Speaker
Description
The envisaged hydrogen economy cannot be realized without a proactive approach to novel materials design. Hydrogen is emerging as a game changer in the grand realm of clean energy value chain mainly because, as an energy vector, hydrogen is both an energy carrier and an energy source. However, despite this potential, several challenges limit large scale adoption of hydrogen including the fact that hydrogen is explosive and flammable, making it difficult to store and transport. One way of mitigating this bottleneck is chemical storage in molecular carriers. On this, liquid organic hydrogen carriers have gained dominance. However, they have not reached the level of technological maturity for large scale development and adoption.
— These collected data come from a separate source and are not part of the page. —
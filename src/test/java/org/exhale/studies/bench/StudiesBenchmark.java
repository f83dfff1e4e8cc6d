package org.exhale.studies.bench;

import java.nio.file.Path;
import java.util.Arrays;
import java.util.List;

import org.exhale.io.CaseFile;
import org.exhale.io.CaseYamlReader;
import org.exhale.studies.Compare;
import org.exhale.studies.MonteCarlo;
import org.exhale.studies.ParallelRuns;
import org.exhale.studies.RobustStudy;
import org.exhale.studies.Variation;

/**
 * Speed targets of the studies (a benchmark, not a test): 10 000 Monte Carlo simulations of the
 * porous demo with its recipe (target 30 s on 2 cores) and a 100-option comparison (target 60 s).
 * Run: mvn -q test-compile, then
 * java -cp target/classes:target/test-classes:$(cat cp.txt) org.exhale.studies.bench.StudiesBenchmark [repeats]
 */
public final class StudiesBenchmark {
    public static void main(String[] args) {
        int repeats = args.length > 0 ? Integer.parseInt(args[0]) : 3;
        int threads = args.length > 1 ? Integer.parseInt(args[1]) : 2;
        CaseFile cf = CaseYamlReader.read(Path.of("data/demo/porous-line-uncertain.yaml"));
        List<MonteCarlo.Parameter> ps = MonteCarlo.parameters(cf.bake(), cf.uncertainty());
        List<String> limits = RobustStudy.limitNames(cf.bake());
        double[] mc = new double[repeats];
        double[] cmp = new double[repeats];
        List<Variation> vary = List.of(Variation.parse("cap.porosity=0.2:0.45:0.05"), Variation.parse("cap.pore_radius=1nm:2.5nm:0.5nm"),
                Variation.parse("wafer.spread=1K:5K:1K"));
        List<List<Double>> combos = Compare.combinations(vary).subList(0, 100);
        for (int r = 0; r < repeats; r++) {
            long t0 = System.nanoTime();
            RobustStudy.evaluate(cf.bake(), ps, limits, 1, 10_000, threads, null, null);
            mc[r] = (System.nanoTime() - t0) / 1e9;
            t0 = System.nanoTime();
            new ParallelRuns<>(combos.size(), threads, i -> Compare.planOne(cf.bake(), cf.tool(), vary, i, combos.get(i))).run(null);
            cmp[r] = (System.nanoTime() - t0) / 1e9;
            System.out.printf("repeat %d: 10000 Monte Carlo simulations %.1f s, 100-option compare %.1f s%n", r + 1, mc[r], cmp[r]);
        }
        System.out.printf("median on %d threads: Monte Carlo %.1f s (target 30), compare %.1f s (target 60)%n", threads,
                median(mc), median(cmp));
    }

    static double median(double[] v) {
        double[] s = v.clone();
        Arrays.sort(s);
        return s.length % 2 == 1 ? s[s.length / 2] : (s[s.length / 2 - 1] + s[s.length / 2]) / 2;
    }
}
Molecules such as ammonia are likely to be good alternatives since their value chain is technologically mature and they can be used as feedstock in hydrogen production. Hydrogen is produced from ammonia mainly through catalytic decomposition. The rational design of novel catalysts for ammonia dehydrogenation is not feasible via —trial and error— experimental investigations and is also computationally intensive. Hence the need for high-performance computing (HPC). With HPC coupled with density functional theory models, it is feasible for one to high-throughput screen of different catalytic processes involved in hydrogen production via catalytic decomposition, compared to conventional laboratory-based catalyst synthesis and optimization which are known to be costly, time-consuming, and wasteful in terms of materials.